▸ **Task item**
Among the entries below, find each line with "kwargs" and show it.

=-=-=-=-=

"""Login, logout, the current user, and the role gates."""

from __future__ import annotations

from datetime import timedelta
from functools import wraps

from flask import (
    Blueprint,
    abort,
    current_app,
    g,
    redirect,
    render_template,
    request,
    session,
    url_for,
)
from flask_wtf import FlaskForm
from flask_wtf.csrf import generate_csrf
from wtforms import PasswordField, StringField
from wtforms.validators import DataRequired, Length

from clinic_app import clock
from clinic_app.i18n import _, lazy_gettext
from clinic_app.passwords import verify_password, verify_unknown_user
from clinic_app.storage import audit, sessions, users
from clinic_app.storage.db import get_db, write
from clinic_app.web import public

bp = Blueprint("auth", __name__)

ROLES = users.ROLES


class LoginForm(FlaskForm):
    # I18N: label of the user-name field on the login page
    username = StringField(lazy_gettext("User name"), validators=[DataRequired(), Length(max=64)])
    # I18N: label of the password field on the login page
    password = PasswordField(lazy_gettext("Password"),
                             validators=[DataRequired(), Length(max=256)])


def client_address() -> str:
    return request.remote_addr or "unknown"


def load_user() -> None:
    """Set g.user from the server-side session named in the signed cookie."""
    g.user = None
    token = session.get("sid")
    if token:
        g.user = sessions.user_for(get_db(), token, clock.iso(clock.now()))
        if g.user is None:
            session.pop("sid", None)


def attempt_login(username: str, password: str) -> tuple[str, object]:
    """Check a login. Returns ("ok", user), ("bad", None) or ("throttled", None)."""
    cfg = current_app.config
    conn = get_db()
    now = clock.now().timestamp()
    window = now - int(cfg["LOGIN_WINDOW_SECONDS"])
    max_user = int(cfg["LOGIN_MAX_FAILURES_PER_ACCOUNT"])
    max_addr = int(cfg["LOGIN_MAX_FAILURES_PER_ADDRESS"])
    address = client_address()
    by_user, by_addr = sessions.recent_failures(conn, username=username, address=address,
                                                since=window)
    if by_user >= max_user or by_addr >= max_addr:
        return "throttled", None
    user = users.by_username(conn, username)
    ok = verify_password(user["password_hash"], password) if user else verify_unknown_user(
        password)
    if ok and user["active"]:
        with write(conn):
            sessions.clear_failures(conn, username, before=window)
        return "ok", user
    with write(conn):
        sessions.record_failure(conn, username, address, now)
    if by_user + 1 >= max_user or by_addr + 1 >= max_addr:
        return "throttled", None
    return "bad", None


def start_session(user) -> None:
    """Open a server-side session for ``user`` and put its token in the signed cookie."""
    conn = get_db()
    moment = clock.now()
    hours = int(current_app.config["SESSION_LIFETIME_HOURS"])
    with write(conn):
        token = sessions.create(conn, user["id"], created_at=clock.iso(moment),
                                expires_at=clock.iso(moment + timedelta(hours=hours)),
                                address=client_address())
        audit.record(conn, at=clock.iso(moment), user_id=user["id"], action="login",
                     record_type="user", record_id=str(user["id"]))
    session.clear()
    session["sid"] = token
    session.permanent = True
    # Mint the form token now: pages and API calls the browser sends in parallel right after
    # login (service-worker precache, device registration) then all share this one token
    # instead of each minting their own and overwriting the cookie.
    generate_csrf()
    current_app.permanent_session_lifetime = timedelta(hours=hours)
    g.user = user


def end_session() -> None:
    token = session.pop("sid", None)
    if token:
        conn = get_db()
        with write(conn):
            sessions.delete(conn, token)
    session.clear()


def login_required(view):
    @wraps(view)
    def wrapped(*args, **kwargs):
        if g.get("user") is None:
            return redirect(url_for("auth.login"))
        return view(*args, **kwargs)
    return wrapped


def roles_required(*roles: str):
    """Allow only these roles; others get 403 (a page, or JSON under /api/)."""
    unknown = set(roles) - set(ROLES)
    if unknown:
        raise ValueError(f"unknown roles {unknown}")

    def decorator(view):
        @wraps(view)
        def wrapped(*args, **kwargs):
            if g.get("user") is None:
                abort(401)
            if g.user["role"] not in roles:
                abort(403)
            return view(*args, **kwargs)
        wrapped.allowed_roles = roles
        return wrapped
    return decorator


def is_local_path(target: str | None) -> bool:
    """True for a path on this server. Browsers read "//x" and "/\\x" as another host."""
    return bool(target) and target.startswith("/") and not target.startswith("//") \
        and "\\" not in target


@bp.route("/login", methods=["GET", "POST"])
@public
def login():
    form = LoginForm()
    status = 200
    if form.validate_on_submit():
        outcome, user = attempt_login(form.username.data.strip(), form.password.data)
        if outcome == "ok":
            target = session.get("next")  # read before start_session clears the session
            start_session(user)
            return redirect(target if is_local_path(target) else url_for("home.index"))
        if outcome == "throttled":
            form.form_errors.append(_("Too many failed attempts. Wait a minute and try again."))
            status = 429
        else:
            form.form_errors.append(_("Wrong user name or password."))
            status = 401
    elif request.method == "POST":
        status = 400
    return render_template("auth/login.html", form=form), status


@bp.route("/logout", methods=["POST"])
@public
def logout():
    end_session()
    return redirect(url_for("auth.login"))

=-=-=-=-=

▸ **Reply**
    def wrapped(*args, **kwargs):
        return view(*args, **kwargs)
        def wrapped(*args, **kwargs):
            return view(*args, **kwargs)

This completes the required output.